Apartment Complex Wins Assessment Reductions at Trial

by: Anthony F. Della Pelle
12 Nov 2013

A New Jersey Tax Court judge reduced the assessment for two of the three years under appeal on an apartment complex in the Town of Phillipsburg.  The Subject Property contained 96 apartment units on a 4.19 acres parcel in a residential zone.  At trial, the parties agreed that the highest and best use of the property was as an apartment complex, and that the income approach to value was the appropriate method of valuation.  The parties differed though on the appropriate vacancy and collection loss, reserves for replacements, and capitalization rates.  Upon review of the testimony and evidence set forth at trial, the judge agreed with the property owner’s vacancy and collection loss, and reserves for replacements.  However, the judge found the Town’s expert’s capitalization rate analysis more credible.  Once these expenses were applied to the property’s income, the court affirmed the assessment for 2009, but found reductions were necessary for the 2010 and 2011 tax years.

A reduction in an assessment is only possible after a property owner rebuts the presumption of correctness granted to the assessment.  To be successful, a property owner must present sufficient evidence to rebut the validity of the assessment, and then the burden is on the taxpayer to prove, by a preponderance of the evidence, that the assessment is erroneous.  Ford Motor Co. v.
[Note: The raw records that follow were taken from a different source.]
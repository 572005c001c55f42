"""Points inside a source or on its metal: flagged by every radiator, counted over every limit.

The geometry is the models' own (the guide's inner cross-section, the horn's flare from throat
to mouth, the wire's axis and radius, the monopole's ground plane z = 0); the 1 mm tolerance
and the 2 cm clearance are the contract's ("Points inside a source or on its metal").
"""

from __future__ import annotations

import io

import numpy as np
import pytest

import keepclear as kc
from keepclear.antennas.aperture import OpenWaveguide
from keepclear.antennas.base import C_M_S, ModelRangeWarning, Placement
from keepclear.antennas.horn import PyramidalHorn
from keepclear.antennas.isotropic import IsotropicSource
from keepclear.antennas.waveguide import waveguide_dimensions
from keepclear.antennas.wire import Dipole, Monopole
from keepclear.fields import maps
from keepclear.fields.keepout import keepout_distances
from keepclear.fields.scenario import inside_source_mask, load_scenario

from ._cli import run, strict_json, validate

F = 2.45e9
LAM = C_M_S / F
# WR-340 inner dimensions 86.36 mm x 43.18 mm (EIA RS-261-B, 3.400 x 1.700 in; from memory).
A, B = waveguide_dimensions("WR-340")

# Boresight +x, E-field +z, aperture centre at (0, 0, 1): local x (broad) is scenario +y or -y,
# local y (narrow) is scenario z, local z (boresight) is scenario x.
PLACED = Placement.from_axes([0.0, 0.0, 1.0], [1.0, 0.0, 0.0], [0.0, 0.0, 1.0])


def test_points_inside_a_wr340_guide_are_flagged_and_2_cm_outside_are_not():
    guide = OpenWaveguide(F, 800.0, A, B, PLACED)
    inside = [
        [-0.05, 0.0, 1.0],  # on the axis, 5 cm back from the open end
        [-0.10, 0.4 * A, 1.0 + 0.4 * B],  # near a corner, inside
        [0.0, 0.0, 1.0],  # in the opening
        [-0.05, A / 2 + 0.0005, 1.0],  # 0.5 mm outside the broad wall: on its metal
    ]
    outside = [
        [0.02, 0.0, 1.0],  # 2 cm in front of the opening
        [-0.05, A / 2 + 0.02, 1.0],  # 2 cm beside the broad wall
        [-0.05, 0.0, 1.0 + B / 2 + 0.02],  # 2 cm above the narrow wall
    ]
    assert guide.inside_or_on(inside).all()
    assert not guide.inside_or_on(outside).any()


def test_points_inside_the_horn_flare_are_flagged_and_2_cm_outside_are_not():
    # 0.367 m x 0.245 m mouth, 0.25 m long, on WR-340: the flare half-height at 10 cm behind
    # the mouth is (b + (B - b) * 0.6) / 2.
    horn = PyramidalHorn(F, 900.0, A, B, 0.367, 0.245, 0.25, PLACED)
    half_h = 0.5 * (B + (0.245 - B) * (0.15 / 0.25))
    inside = [
        [-0.10, 0.0, 1.0],  # on the axis inside the flare
        [-0.10, 0.0, 1.0 + half_h - 0.005],  # 5 mm inside the E-plane wall
        [-0.25, 0.0, 1.0],  # at the throat
        [-0.30, 0.0, 1.0],  # in the feed guide behind the throat
    ]
    outside = [
        [0.02, 0.0, 1.0],  # 2 cm in front of the mouth
        [-0.10, 0.0, 1.0 + half_h + 0.02],  # 2 cm outside the E-plane wall
        [-0.26, 0.0, 1.0 + B / 2 + 0.02],  # 2 cm beside the feed guide
    ]
    assert horn.inside_or_on(inside).all()
    assert not horn.inside_or_on(outside).any()


def test_points_on_a_monopole_wire_and_within_1_mm_of_its_ground_plane_are_flagged():
    monopole = Monopole(F, 10.0, 0.030, Placement.from_axes([0.0, 0.0, 1.0], [0.0, 0.0, 1.0]))
    on = [
        [0.0, 0.0, 1.015],  # on the wire's axis, half-way up
        [0.0008, 0.0, 1.015],  # 0.8 mm from the axis: within 1 mm of the wire
        [0.0, 0.0, 1.0305],  # 0.5 mm beyond the tip
        [0.5, -0.3, 1.0009],  # 0.9 mm above the ground plane, far from the wire
        [0.2, 0.2, 0.9995],  # 0.5 mm below it
    ]
    off = [
        [0.02, 0.0, 1.015],  # 2 cm beside the wire
        [0.0, 0.0, 1.05],  # 2 cm above the tip
        [0.5, -0.3, 1.02],  # 2 cm above the ground plane
    ]
    assert monopole.inside_or_on(on).all()
    assert not monopole.inside_or_on(off).any()


def test_dipole_wire_and_point_source():
    dipole = Dipole(F, 1.0)
    half = dipole.length_m / 2
    assert dipole.inside_or_on([[0.0, 0.0, 0.0], [0.0, 0.0005, 0.9 * half]]).all()
    assert not dipole.inside_or_on([[0.02, 0.0, 0.0], [0.0, 0.0, half + 0.02]]).any()
    # An idealised point source has no body: nothing is inside it (the documented default).
    assert not IsotropicSource(F, 1.0).inside_or_on([[0.0, 0.0, 0.0]]).any()
    assert IsotropicSource(F, 1.0).outline() is None


def test_tolerance_sets_what_counts_as_on_the_metal():
    monopole = Monopole(F, 10.0, 0.030)
    point = [[0.3, 0.0, 0.004]]  # 4 mm above the plane
    assert not monopole.inside_or_on(point).any()
    assert monopole.inside_or_on(point, tolerance_m=0.005).all()
    with pytest.raises(ValueError, match="tolerance_m"):
        monopole.inside_or_on(point, tolerance_m=-1.0)


def test_outlines_are_the_bodies_to_scale():
    guide = OpenWaveguide(F, 1.0, A, B, PLACED)
    corners = guide.outline()
    assert corners.shape == (4, 3)
    np.testing.assert_allclose(np.ptp(corners, axis=0), [0.0, A, B], atol=1e-12)
    horn = PyramidalHorn(F, 1.0, A, B, 0.367, 0.245, 0.25, PLACED)
    corners = horn.outline()
    assert corners.shape == (8, 3)
    np.testing.assert_allclose(np.ptp(corners, axis=0), [0.25, 0.367, 0.245], atol=1e-12)
    wire = Monopole(F, 1.0, 0.03).outline()
    np.testing.assert_allclose(wire, [[0, 0, 0], [0, 0, 0.03]], atol=1e-15)


def test_scenario_mask_over_all_sources(write_scenario):
    path = write_scenario(
        """
        name = "two sources"
        [[source]]
        id = "guide"
        antenna = "open-waveguide"
        power_w = 100.0
        waveguide = "WR-340"
        position_m = [0.0, 0.0, 1.0]
        boresight = [1.0, 0.0, 0.0]
        [[source]]
        id = "probe"
        antenna = "monopole"
        power_w = 10.0
        length_m = 0.03
        position_m = [3.0, 0.0, 0.5]
        axis = [0.0, 0.0, 1.0]
        """
    )
    scenario = load_scenario(path)
    points = np.array([[-0.05, 0.0, 1.0], [3.0, 0.0, 0.515], [1.5, 0.0, 1.5], [0.02, 0.0, 1.0]])
    expected = [True, True, False, False]
    np.testing.assert_array_equal(inside_source_mask(scenario, points), expected)
    np.testing.assert_array_equal(scenario.inside_source(points), expected)


def test_a_map_sample_inside_a_source_counts_over_every_limit(write_scenario):
    # A 1 mW guide: nothing reaches any limit except the samples inside the guide.
    path = write_scenario(
        """
        name = "weak guide"
        [[source]]
        antenna = "open-waveguide"
        power_w = 0.001
        waveguide = "WR-340"
        position_m = [0.0, 0.0, 1.0]
        boresight = [1.0, 0.0, 0.0]
        [exposure]
        limits = ["icnirp-2020/general-public", "icnirp-2020/occupational"]
        """
    )
    scenario = load_scenario(path)
    plane = maps.principal_plane("xy", scenario.centre_m)
    grid = maps.make_grid(plane, 0.5, step_m=0.01)
    result = maps.evaluate_map(scenario, grid)
    points = grid.points_m().reshape(*grid.shape, 3)
    inside = scenario.inside_source(points.reshape(-1, 3)).reshape(grid.shape)
    assert inside.any() and not inside.all()
    np.testing.assert_array_equal(result.inside_source, inside)
    with np.load(io.BytesIO(maps.grid_npz_bytes(result))) as npz:
        np.testing.assert_array_equal(npz["inside_source"], inside)
    for q in result.quotients:
        assert np.all(q[inside] > 1.0)  # over every limit
        assert np.all(q[~inside] < 1.0)  # and nothing else is
    # The zones hold the guide's section (A wide, as long as the modelled guide behind the
    # opening: 0.30 m by default, the length solved with its walls) and nothing else, to
    # within a grid step all round.
    length = scenario.sources[0].radiator.guide_length_m
    assert length == pytest.approx(0.30)
    perimeter = 2 * (A + length)
    for limit_id in result.limit_ids:
        zone = maps.zone_of(result, limit_id)
        assert abs(zone.area_m2 - A * length) < perimeter * grid.step_m


#: A horn too large for the wall grid: the rim model, which warns that no full-wave case
#: covers it and that it carries a back-region margin (tested in tests/test_guide_grid.py).
HORN_BENCH = """
name = "horn on a bench"
[[source]]
id = "horn"
antenna = "horn"
power_w = 900.0
duty_cycle = 0.5
waveguide = "WR-340"
aperture_width_m = 0.367
aperture_height_m = 0.245
length_m = 0.25
position_m = [0.0, 0.0, 1.0]
boresight = [1.0, 0.0, 0.0]
polarization = [0.0, 0.0, 1.0]
"""


def test_probe_json_marks_every_point_and_the_text_says_so(write_scenario):
    path = write_scenario(HORN_BENCH)
    # inside the flare, inside the feed guide, 2 cm in front of the mouth, 1 m away
    points = ["-0.1,0,1", "-0.3,0,1", "0.02,0,1", "1,0.5,1"]
    result = run("probe", path, *(f"--at={p}" for p in points), "--json")
    assert result.exit_code == 0, result.stderr
    data = strict_json(result.stdout)
    validate("probe", data)
    assert [p["inside_source"] for p in data["points"]] == [True, True, False, False]
    # the fields of a point inside are reported as computed (finite, not replaced)
    assert all(p["power_density_w_m2"] > 0 for p in data["points"])
    text = run("probe", path, *(f"--at={p}" for p in points)).stdout
    blocks = text.split("Point (")
    assert "INSIDE A SOURCE" in blocks[1] and "INSIDE A SOURCE" in blocks[2]
    assert "INSIDE A SOURCE" not in blocks[3] and "INSIDE A SOURCE" not in blocks[4]


@pytest.mark.filterwarnings("ignore::keepclear.fields.plausibility.PlausibilityWarning")
def test_python_api_probe_carries_the_mask(write_scenario):
    scenario = kc.load_scenario(write_scenario(HORN_BENCH))
    result = kc.probe(scenario, [[-0.1, 0.0, 1.0], [1.0, 0.5, 1.0]])
    np.testing.assert_array_equal(result.inside_source, [True, False])
    assert [p["inside_source"] for p in result.to_dict()["points"]] == [True, False]


#: A vertical whip on an infinite ground plane at z = 1.6 m (a car roof), 250 W.
ROOF_WHIP = """
name = "roof whip"
[[source]]
id = "whip"
antenna = "monopole"
power_w = 250.0
length_m = 0.03
position_m = [0.0, 0.0, 1.6]
axis = [0.0, 0.0, 1.0]
[exposure]
limits = ["icnirp-2020/general-public"]
"""


def test_the_source_height_plane_of_a_whip_on_infinite_ground_is_off_the_metal(write_scenario):
    # The plane through the feed is the ground plane itself, every sample on the metal and
    # counted over the limit: the map goes through the middle of the element instead.
    scenario = load_scenario(write_scenario(ROOF_WHIP))
    plane = maps.source_height_plane(scenario)
    assert plane.height_m == pytest.approx(1.615)
    assert "middle of the monopole" in plane.description
    grid = maps.make_grid(plane, 1.0, pixels=21)
    # only the sample on the wire itself (the map's centre) is on the metal
    assert scenario.inside_source(grid.points_m()).sum() == 1
    # A guide's plane is the plane through its reference point, as before.
    guide = load_scenario(
        write_scenario(
            'name = "g"\n[[source]]\nantenna = "open-waveguide"\npower_w = 1.0\n'
            'waveguide = "WR-340"\nposition_m = [0.0, 0.0, 1.0]\nboresight = [1.0, 0.0, 0.0]\n'
        )
    )
    assert maps.source_height_plane(guide).height_m == 1.0


def test_maps_of_a_whip_on_infinite_ground_draw_no_zone_along_the_ground(write_scenario):
    # Vertical plane through the whip: centred on the feed, a whole row of samples would lie
    # on the ground plane (on the metal, over every limit) and draw a zone to the map's edge.
    # Moved half a step off it, the zones stay within two steps of the keep-out sphere.
    # The keep-out: a quarter-wave monopole on infinite ground has directivity 3.28 (5.16
    # dBi; Balanis, Antenna Theory, 4th ed., sec. 4.7.2, from memory), so OET 65 eq. (3)
    # gives sqrt(P G / (4 pi S)) = sqrt(250 x 3.28 / (4 pi x 10)) = 2.55 m (ICNIRP 2020
    # general public, 10 W/m2 at 2.45 GHz).
    scenario = load_scenario(write_scenario(ROOF_WHIP))
    (found,) = keepout_distances(scenario)
    assert found.distance_m == pytest.approx(2.55, rel=0.02)
    for plane in (maps.boresight_plane(scenario), maps.source_height_plane(scenario)):
        run = maps.run_map(scenario, plane, [found], half_extent_m=4.0, pixels=81)
        assert not run.result.inside_source.all(axis=1).any()
        assert not run.result.inside_source.all(axis=0).any()
        points = run.zone_points_m(found.limit_id)
        assert len(points) > 0
        reach = float(np.max(np.linalg.norm(points - scenario.centre_m, axis=1)))
        assert reach < found.distance_m + 2 * run.result.grid.step_m, plane.description


def test_probing_behind_an_infinite_ground_plane_warns(write_scenario):
    scenario = load_scenario(write_scenario(ROOF_WHIP))
    with pytest.warns(ModelRangeWarning, match="behind the infinite ground plane of source 'whip'"):
        result = kc.probe(scenario, [[1.0, 0.0, 1.5], [1.0, 0.0, 1.7]])
    assert result.to_dict()["points"][0]["power_density_w_m2"] == 0.0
Twp. of Edison, 127 N.J. 290, 312-315 (1992).  The municipality will then have an opportunity to present its own evidence to support its value of the subject property before the judge weighs the evidence to decide which witness presents the more credible evidence and establish an assessment based on the information before the court.

A copy of the Tax Court’s unpublished opinion in Corliss Apartments L.L.C., v. Town of Phillipsburg, (November 1, 2013), can be found here.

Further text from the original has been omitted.